In recent weeks, there’s been well-deserved fanfare around the opening of the $42 million Cowles Center for Dance and Performing Arts and the $14 million expansion of the Weisman Art Museum. These are important institutions and critical assets to the Twin Cities. But what’s often overlooked is the equal importance of smaller, everyday arts activities and organizations that make this region such a vibrant place to live.

Examples abound — the ArtsHub at Intermedia Arts, the Chicago Avenue Fire Arts Center, Pillsbury House, and All My Relations Art Gallery in South Minneapolis; Juxtaposition Arts and PCYC’s Capri Theater in North Minneapolis ; and the Center for Hmong Arts and Talent in St. Paul. The work of these and many, many other organizations — as well as the contributions of thousands of individual artists – make Minneapolis and St. Paul the envy of communities across the country.  Even National Endowment for the Arts (NEA) Chairman Rocco Landesman recently praised this region’s vital arts and culture.
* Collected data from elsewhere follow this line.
/*
 * Uploads in the browser: one XMLHttpRequest per file, because only XHR reports upload
 * progress (fetch does not). Each upload goes through: uploading (bytes sent / total) →
 * processing (all bytes sent, the server is decoding and encoding) → done, or failed with
 * the server's message, or cancelled. Failed and cancelled uploads can be retried.
 */
export type UploadPhase = 'waiting' | 'uploading' | 'processing' | 'done' | 'failed' | 'cancelled';

export interface UploadEntry {
	id: number;
	file: File;
	phase: UploadPhase;
	/** 0–1 of the bytes sent. */
	sent: number;
	message: string | null;
}

export interface UploadedPhoto {
	id: number;
	[key: string]: unknown;
}

let nextId = 1;

export class PhotoUploads {
	entries = $state<UploadEntry[]>([]);
	#requests = new Map<number, XMLHttpRequest>();
	#url: string;
	#fields: () => Record<string, string>;
	#onDone: (photo: UploadedPhoto) => void;
	/** At most this many uploads at once; the rest wait their turn. */
	#parallel = 2;

	constructor(
		url: string,
		onDone: (photo: UploadedPhoto) => void,
		fields: () => Record<string, string> = () => ({})
	) {
		this.#url = url;
		this.#onDone = onDone;
		this.#fields = fields;
	}

	add(files: FileList | File[]) {
		for (const file of Array.from(files)) {
			this.entries.push({ id: nextId++, file, phase: 'waiting', sent: 0, message: null });
		}
		this.#pump();
	}

	cancel(id: number) {
		this.#requests.get(id)?.abort();
		this.#set(id, { phase: 'cancelled', message: 'Cancelled.' });
		this.#pump();
	}

	retry(id: number) {
		this.#set(id, { phase: 'waiting', sent: 0, message: null });
		this.#pump();
	}

	dismiss(id: number) {
		this.entries = this.entries.filter((e) => e.id !== id);
	}

	get busy(): boolean {
		return this.entries.some((e) => ['waiting', 'uploading', 'processing'].includes(e.phase));
	}

	#set(id: number, patch: Partial<UploadEntry>) {
		const entry = this.entries.find((e) => e.id === id);
		if (entry) Object.assign(entry, patch);
	}

	#pump() {
		const active = this.entries.filter((e) => e.phase === 'uploading' || e.phase === 'processing');
		const next = this.entries.filter((e) => e.phase === 'waiting');
		for (const entry of next.slice(0, Math.max(0, this.#parallel - active.length)))
			this.#send(entry);
	}

	#send(entry: UploadEntry) {
		const id = entry.id;
		const request = new XMLHttpRequest();
		this.#requests.set(id, request);
		const body = new FormData();
		body.append('file', entry.file);
		for (const [name, value] of Object.entries(this.#fields())) body.append(name, value);
		request.open('POST', this.#url);
		request.responseType = 'json';
		request.setRequestHeader('accept', 'application/json');
		request.upload.onprogress = (e) => {
			if (e.lengthComputable) this.#set(id, { sent: e.loaded / e.total });
		};
		request.upload.onload = () => this.#set(id, { sent: 1, phase: 'processing' });
		request.onload = () => {
			this.#requests.delete(id);
			const answer = request.response as { message?: string; id?: number } | null;
			if (request.status === 201 && answer?.id) {
				this.#set(id, { phase: 'done', sent: 1, message: null });
				this.#onDone(answer as UploadedPhoto);
			} else {
				const retry = request.getResponseHeader('retry-after');
				this.#set(id, {
					phase: 'failed',
					message:
						(answer?.message ?? `The upload failed (${request.status}).`) +
						(retry ? ` Try again in ${retry} s.` : '')
				});
			}
			this.#pump();
		};
		request.onerror = () => {
			this.#requests.delete(id);
			this.#set(id, {
				phase: 'failed',
				message: 'The connection broke off; retry when you are online.'
			});
			this.#pump();
		};
		this.#set(id, { phase: 'uploading', sent: 0, message: null });
		request.send(body);
	}
}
This stunning vitality comes from our understanding of three truths: 1) The value of the arts goes beyond “arts for art sake.” The arts are important drivers of our economic prosperity, job creation, and sense of identity and community. 2) The entire arts ecosystem deserves our support — small to large, neighborhood-level to regional. 3) Above all, art is made by artists. We recognize the need to support, value and retain artists in this region.
 
Our recognition of these truths recently helped the Twin Cities win two large national placemaking grants: an Our Town award from the NEA and an ArtPlace award for Irrigate, a partnership of Springboard for the Arts, Twin Cities Local Initiatives Support Corporation (LISC) and the City of St. Paul. Both of these big visionary efforts will help keep the arts at the forefront of local development.

The $200,000 Our Town grant will help the Hennepin Theater Trust re-invent Hennepin Avenue as an arts-inspired cultural corridor stretching from the Walker Art Center and Minneapolis Sculpture Garden to the Mississippi Riverfront.
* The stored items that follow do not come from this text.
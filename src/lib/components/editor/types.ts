/*
 * Shapes the editor components receive. Declared here rather than imported from
 * $lib/server so client code never depends on a server module, even for types.
 */
import type { PartCategory, TaxMode } from '$lib/domain/types';

/** Field name → messages, as the actions return them (`spec.<path>` for spec fields). */
export type Issues = Record<string, string[]>;

export interface EditorPartRow {
	id: number;
	category: PartCategory;
	brand: string;
	model: string;
	slug: string;
	updatedAt: string;
}

export interface EditorRegionOption {
	code: string;
	name: string;
	currency: string;
	taxMode: TaxMode;
}

export interface EditorStoreRow {
	id: number;
	name: string;
	url: string;
	region: { code: string; name: string; currency: string };
	quoteCount: number;
}

export interface EditorQuoteRow {
	id: number;
	part: { slug: string; brand: string; model: string };
	store: string;
	regionCode: string;
	amountMinor: number;
	shippingMinor: number;
	currency: string;
	taxIncluded: boolean;
	observedAt: string;
	source: string;
}

export interface ImportProblemRow {
	row: number;
	column: string | null;
	reason: string;
}

/** Messages for one field, and the ids that tie them to their control. */
export function describedBy(
	id: string,
	issues: string[] | undefined,
	hintId?: string
): string | undefined {
	return (
		[hintId, issues?.length ? `${id}-issues` : undefined].filter(Boolean).join(' ') || undefined
	);
}
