import { describe, expect, it } from 'vitest';
import {
	applySync,
	drift,
	planSync,
	SyncInputError,
	type BuildSlot,
	type ConflictKind,
	type SlotContent,
	type SourceSlot,
	type SyncChoice,
	type SyncStatus
} from '$lib/domain/sync';

/*
 * Drift and sync are algorithms, not measurements: there is no published source to check
 * them against. The expected rows below are worked examples by hand from the design rule
 * (docs/architecture.md "Computations" §9 and issue 7: unchanged, upstream-only → offer to take,
 * local-only → keep, changed on both sides → the reader chooses, plus slots added or
 * removed on either side). Compared content is part id and quantity (sync.ts).
 * Parts are invented ids. Slot keys are the label here unless a test gives the slot a label of
 * its own (real keys are UUIDs, guide_slots.slot_key); matching never looks at the label.
 */

const src = (key: string, partId: number, quantity = 1): SourceSlot => ({
	key,
	label: key,
	category: 'gpu',
	partId,
	quantity
});
const mine = (id: number, sourceKey: string | null, partId: number, quantity = 1): BuildSlot => ({
	id,
	sourceKey,
	label: sourceKey ?? `Own ${id}`,
	category: 'gpu',
	partId,
	quantity
});
const content = (s: SlotContent | null | undefined) =>
	s ? { partId: s.partId, quantity: s.quantity } : null;

type Side = [partId: number, quantity: number] | null;

interface Case {
	name: string;
	base: Side;
	upstream: Side;
	local: Side;
	status: SyncStatus;
	conflict: ConflictKind | null;
	options: SyncChoice[];
	/** Content of the slot after the sync (null = no slot) for: take all non-conflicting, keep (no choices), explicit take_upstream, explicit keep_local. */
	takeAll: Side | 'choice required';
	keep: Side | 'choice required';
	takeUpstream: Side | 'not offered';
	keepLocal: Side | 'not offered';
}

const B: Side = [100, 1]; // base: part 100 × 1
const BOTH: SyncChoice[] = ['take_upstream', 'keep_local'];
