/*
 * Region re-pricing on the guide page without a reload. The page's server data stays the
 * source of truth: a fetched pricing only replaces it until the data changes (a real
 * navigation), so the no-JavaScript GET form and this enhancement never disagree.
 */
import type { PricedGuide } from '$lib/views';

export class GuidePricing {
	#source: () => PricedGuide;
	// Raw: a deep proxy would break the identity check against the page data below.
	#fetched = $state.raw<{ base: PricedGuide; guide: PricedGuide } | null>(null);
	#controller: AbortController | null = null;
	loading = $state(false);
	problem = $state<string | null>(null);

	constructor(source: () => PricedGuide) {
		this.#source = source;
	}

	/** The guide as currently priced: the fetched region's, or the page data's. */
	get guide(): PricedGuide {
		const base = this.#source();
		const fetched = this.#fetched;
		return fetched && fetched.base === base ? fetched.guide : base;
	}

	/** Fetches the guide priced in `region`; the latest request wins. Returns false on failure. */
	async switchTo(region: string, fetcher: typeof fetch = fetch): Promise<boolean> {
		const base = this.#source();
		this.#controller?.abort();
		const controller = new AbortController();
		this.#controller = controller;
		this.loading = true;
		this.problem = null;
		try {
			const url = `/api/v1/guides/${encodeURIComponent(base.slug)}/pricing?region=${encodeURIComponent(region)}`;
			const response = await fetcher(url, {
				signal: controller.signal,
				headers: { accept: 'application/json' }
			});
			const body = await response.json();
			if (!response.ok) {
				this.problem =
					typeof body?.message === 'string' ? body.message : 'Prices could not be loaded.';
				return false;
			}
			this.#fetched = { base, guide: body as PricedGuide };
			return true;
		} catch (e) {
			if ((e as Error).name === 'AbortError') return false;
			this.problem = 'Prices could not be loaded. Use the Show button to reload the page.';
			return false;
		} finally {
			if (this.#controller === controller) {
				this.loading = false;
				this.#controller = null;
			}
		}
	}
}
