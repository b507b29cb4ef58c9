"""A report from a real chemcheck.check(...) call, rendered by the extension in Chromium."""

import pytest

from .conftest import code_cell, open_notebook, run_first_cell

pytestmark = pytest.mark.browser


def test_report_from_a_real_check_renders_with_the_custom_renderer(lab, page):
    lab.write_notebook(
        "render.ipynb",
        [code_cell("import chemcheck\nchemcheck.check('CCN.CC(=O)Cl>Et3N>CCNC(C)=O')")],
    )
    open_notebook(page, lab, "render.ipynb")
    run_first_cell(page)
    report = page.wait_for_selector(".jp-OutputArea-output .cc-report", timeout=60_000)
    text = report.inner_text()
    assert "HCl is not drawn" in text
    assert "unbalanced-equation" in text
    # the custom renderer won, not the static HTML fallback of the same bundle
    assert page.locator(".jp-OutputArea-output .chemcheck-static-report").count() == 0
    # the scheme is drawn as an image
    img = page.locator(".cc-scheme-img").first
    assert img.evaluate("i => i.complete && i.naturalWidth > 0")
    assert page.page_errors == []
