def _acyl_source(ctx: Context, product, nb, acids):
    """The acid (and its carboxyl carbon) whose acyl group the new amide N carries: the product
    atom bound to the N that maps back to an acid's carboxyl carbon."""
    from ..changes import atom_correspondence

    back = {v: k for k, v in atom_correspondence(ctx.reaction).items()}
    n = product.mol.GetAtomWithIdx(nb.product_atom)
    for x in n.GetNeighbors():
        origin = back.get((product.index, x.GetIdx()))
        if origin is None:
            continue
        comp_idx, atom_idx = origin
        for acid in acids:
            if acid.index != comp_idx:
                continue
            for g in ctx.perception(acid).groups_named("carboxylic_acid", "carboxylate"):
                if g.centre == atom_idx:
                    return acid, atom_idx
    return None


@rule(id="hazard-caution", title="Hazardous reagent: usual cautions", severity="info")
def hazard_caution(ctx: Context):
    """One caution per class of hazardous reagent present.

    What it flags
        Alkylating agents (methyl iodide, dimethyl sulfate, methyl triflate, benzyl halides),
        acid chlorides and the hydrogen halide they release (and the exotherm of their reaction
        with amines), phosgene, diphosgene and triphosgene, water-reactive Lewis acids (with the
        hydrogen halide each releases: HBr from FeBr3, HCl from AlCl3; not tin(II) chloride, a
        mild reductant), diazonium salts, azides, strong acids, nitrating agents, peroxides and
        peracids (test for and quench the excess), metal-oxo oxidants (chromium(VI), OsO4),
        hydride reagents, cyanoborohydride (HCN with acid) and isocyanates. One note per class,
        naming the components. What forms in the flask is the subject of ``hazardous-species-formed``.

    Why it matters
        These are the reagents behind most bench incidents in amine chemistry: exposure to
        alkylating agents, runaway acylations, violent quenches, and detonations of diazonium
        salts and azides.

    Example
        ``CCCCN.CI>>CCCCNC``: methyl iodide is a toxic alkylating agent.

    Use instead
        Follow the usual precautions in the note; every note ends by deferring to the SDS, local
        regulations and the institution's safety review.

    References
        *Prudent Practices in the Laboratory*, National Research Council, 2011. Bretherick's
        *Handbook of Reactive Chemical Hazards*, 8th ed., 2017.
    """
    r = hazard_caution.rule
    found: dict[str, list] = {}
    for comp in ctx.reaction.reactants + ctx.reaction.agents:
        for cls in _hazard_classes(ctx, comp):
            found.setdefault(cls, []).append(comp)
    for cls, text in _HAZARDS:
        comps = found.get(cls)
        if not comps:
            continue
        if cls == "strong_acid" and _acid_beside_a_base(ctx, comps):
            text = _STRONG_ACID_WITH_BASE
        labels = list(dict.fromkeys(c.label for c in comps))
        names = ", ".join(labels)
        heading, _, rest = text.partition(" ({names})")
        if rest and all(x.casefold().startswith(heading.casefold() + " ") for x in labels):
            # the labels already say what it is ("isocyanate 1"): not "Isocyanate (isocyanate 1)"
            text = "{cap}" + rest
        message = text.format(names=names, cap=names[:1].upper() + names[1:], gas=_gas(comps))
        yield r.finding(message + " " + SAFETY, atoms=[], fix=SAFETY)
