def _pair_ions(fragments: list[Fragment], ions: list[list[int]]) -> list[list[list[int]]]:
    """Partition the ions of one side (each a list of fragment indices) into salts.

    Patent records and drawing programs sort the fragments of a side, so the ions of one salt
    are often not next to each other (``[H-].CN(C)C=O.[NH4+].[Na+].[Cl-]`` is NaH and NH4Cl
    in DMF). Among the partitions into charge-neutral blocks, the best one makes the most
    known reagents (by formula and charge: the name table's salts), then keeps ions written next
    to each other together, then makes the smallest salts. An ion nothing can balance stands
    alone. Neutral molecules are never part of a salt.
    """
    n = len(ions)
    if n < 2:
        return [[u] for u in ions]
    charges = [sum(_charge(fragments[i].mol) for i in u) for u in ions]
    if n > _MAX_IONS:
        return _adjacent_blocks(ions, charges)
    known = _known_salt_formulas()
    counts = [_unit_counts(fragments, u) for u in ions]  # each ion's atoms, read once

    from functools import lru_cache
    from itertools import combinations

    @lru_cache(maxsize=None)
    def score(block: tuple[int, ...]) -> float:
        if len(block) == 1:
            return -10.0  # an ion left without its counter-ion
        total: Counter[str] = Counter()
        for b in block:
            total.update(counts[b])
        if _formula_text(total) in known:
            value = 3.0 + len(block)  # a known salt, the more ions it accounts for the better
        else:
            value = -0.5 * (len(block) - 2)
        # written next to each other: consecutive fragments, no neutral molecule between them
        frag_idx = sorted(i for b in block for i in ions[b])
        if frag_idx[-1] - frag_idx[0] + 1 == len(frag_idx):
            value += 1.0
        return value

    @lru_cache(maxsize=None)
    def best(remaining: frozenset[int]) -> tuple[float, tuple[tuple[int, ...], ...]]:
        if not remaining:
            return 0.0, ()
        first = min(remaining)
        rest = sorted(remaining - {first})
        options = [(first,)]
        target = -charges[first]
        charge_of = charges.__getitem__
        for size in range(1, min(len(rest), 6) + 1):
            for combo in combinations(rest, size):
                if sum(map(charge_of, combo)) == target:
                    options.append((first, *combo))
        top: tuple[float, tuple[tuple[int, ...], ...]] | None = None
        for block in options:
            sub_score, sub_blocks = best(remaining - set(block))
            total = score(block) + sub_score
            if top is None or total > top[0] + 1e-9:
                top = (total, (block, *sub_blocks))
        assert top is not None
        return top

    _, blocks = best(frozenset(range(n)))
    return [[ions[b] for b in block] for block in sorted(blocks)]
The $750,000 ArtPlace award will train and mobilize artists to make an immediate positive physical, economic, and social impact along the new Central Corridor Light Rail Transit in St. Paul.  Artists who live, work, or have a personal investment in the neighborhoods along the Central Corridor are invited to participate in any one of six creative placemaking workshops being held in the next several weeks.

Because artists can be such important leaders in placemaking, Irrigate will also develop a permanent infrastructure to retain and attract artists, and encourage them to play long-term roles along the corridor.

Intermedia Arts has long recognized the community leadership potential of artists. Nearly 10 years ago, it established the Creative Community Leadership Institute, which has trained and supported 110 local artists and community developers working at the intersection of the arts and community. Leaders and partnerships forged by this institute are doing tremendous work throughout the region — including leaders at many of the smaller organizations noted above.  

As part of its on-going commitment and leadership to this work, on Dec. 3 Intermedia Arts will be hosting Making Maps and Carrying Fire: A Gathering of Leaders Addressing the Question “How Can we Advance Creative Placemaking In Our Communities,” a cross-sector gathering of leaders dedicated to the power of the arts to build community, create place and mobilize action.   

It’s this region’s magical mix of artist-leaders; arts organizations of every size and in every neighborhood; large, stellar anchor organizations; and arts placemaking efforts like Hennepin Ave. and Central Corridor that make the Twin Cities a place I am proud to call home.

Erik Takeshita is deputy director of the Twin Cities Local Initiative Support Corporation (LISC).